CONTRACTS - 23.02.2011

Our terms and conditions are available on request

Suppose the words “our terms and conditions are available on request” appear somewhere on an order form. In the event of a dispute do they form part of the contract or can the directors argue that they aren’t binding?

Only on request

It’s not uncommon to see the words “terms and conditions available on request”, or words to that effect, somewhere on a company’s documentation, e.g. an order form, marketing material or correspondence. But where do the directors stand if they sign something that contains these words? Do they bind the company even though they’ve never seen them, or can they safely be considered “out of sight, out of mind”?

At the Court of Appeal

This was considered by the Court of Appeal in the recent case of Rooney v CSE Bournemouth 2010. Rooney(R)owned a Cessna aircraft which CSE was asked to repair. The scope of the work was set out in an order form. At the bottom of this document, in large capital letters, it stated that no work would start “until the order form was signed and returned”. No problems there.

Do you need to ask?

But beneath that was the phrase “Terms and conditions available upon request”. Those terms, amongst other things, excluded CSE’s liability for negligence. But R did not request a copy of them; he simply signed the order form and returned it so that the work to the aircraft could commence.

Damage limitation. Unfortunately, whilst carrying out the repairs, CSE’s engineers failed to secure the engine cowling fasteners. This caused them to become detached during a flight which resulted in damage to the Cessna. CSE did the repairs free of charge but, despite this, R claimed damages of £347,000 for further losses.

It was all in there

CSE referred R to its standard terms which, it said, were “contractually included in the works order form”. R disputed this. Firstly, he argued that this document wasn’t a contract at all. When the court rejected this, he claimed that the wording used by CSE was insufficient, i.e. it had failed to bring its terms to his attention.

The outcome

So who won? Well, it was CSE who were flying high on the way out of the courtroom. The judges ruled that the words used to direct R’s attention to its terms were “clear and reasonable”. The fact that he didn’t ask to see them before signing the order form was entirely his own fault and he was bound by them.

Risk. This case shows that even if a document doesn’t look like a contract, or have the word “contract” written somewhere on it, there’s still a strong risk it’s a binding agreement.

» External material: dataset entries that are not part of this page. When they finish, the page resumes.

__all__ = [
    "BETA",
    "IMAGE_SWITCH",
    "SERIES_RTOL",
    "ball_exit_cos_mean",
    "ball_mean_exit_time",
    "ball_survival",
    "box_mean_exit_time",
    "box_survival",
    "bridge_crossing_probability",
    "discrete_monitoring_shift",
    "free_covariance",
    "free_density",
    "free_mean",
    "free_variance",
    "halfline_fpt_density",
    "halfline_hit_probability",
    "halfline_mean_fpt",
    "halfline_survival",
    "interval_conditional_mean_exit_time",
    "interval_density",
    "interval_exit_density",
    "interval_fpt_density",
    "interval_mean_exit_time",
    "interval_second_moment",
    "interval_splitting",
    "interval_survival",
]

FloatArray = NDArray[np.float64]

#: Target relative accuracy of every truncated series or image sum in this module.
SERIES_RTOL: float = 1e-12

#: Below this dimensionless time ``D t / L**2`` the image sums replace eigen-series
#: (shared reference sheet, section H).
IMAGE_SWITCH: float = 0.05

#: Limiting mean overshoot of a Gaussian random walk per unit step standard deviation,
#: ``-zeta(1/2) / sqrt(2 pi)`` (sheet F1; Broadie, Glasserman & Kou 1997 [seen];
#: Chang & Peres 1997 [seen]).  Correctly rounded value of 0.58259715793901067...
BETA: float = float(-special.zeta(0.5) / math.sqrt(2.0 * math.pi))

_WALL_KINDS = ("absorbing", "reflecting")
_SAFETY = 1e-2  # extra margin on SERIES_RTOL for truncation decisions
_IMAGE_RTOL = SERIES_RTOL * _SAFETY
_TINY = 1e-300
_MAX_IMAGES = 10_000
_MAX_TERMS = 1_000_000
_CHUNK_ELEMENTS = 1 << 20
# |mu L / D| below which the drifted mean exit times return their mu -> 0 limit
_DRIFT_LIMIT = 1e-8
_SQRT2 = math.sqrt(2.0)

Tip 1. Don’t get caught out by this. If a third party’s documentation refers to their terms and conditions, request a copy and always read them carefully before signing. If a director forgets, or fails to read them, the courts won’t agree that this is lawful grounds to get out of a contract.

Tip 2. If your company wants to refer to its terms as CSE did, i.e. by giving a prompt rather than printing them in full on every document, ensure the language used to do this is clear and precise. This can avoid a potentially costly dispute over whether or not they’ve been incorporated. As the court considered the phrase used in this case to be safe, there’s no reason why you can’t use it too.

The Court of Appeal has said that as long as the phrase relating to the terms and conditions is clear and obvious, e.g. not in tiny print, then they will form part of the contract. This means you could be bound by a term without even seeing it. So if this reference appears, always ask for a copy and read them carefully.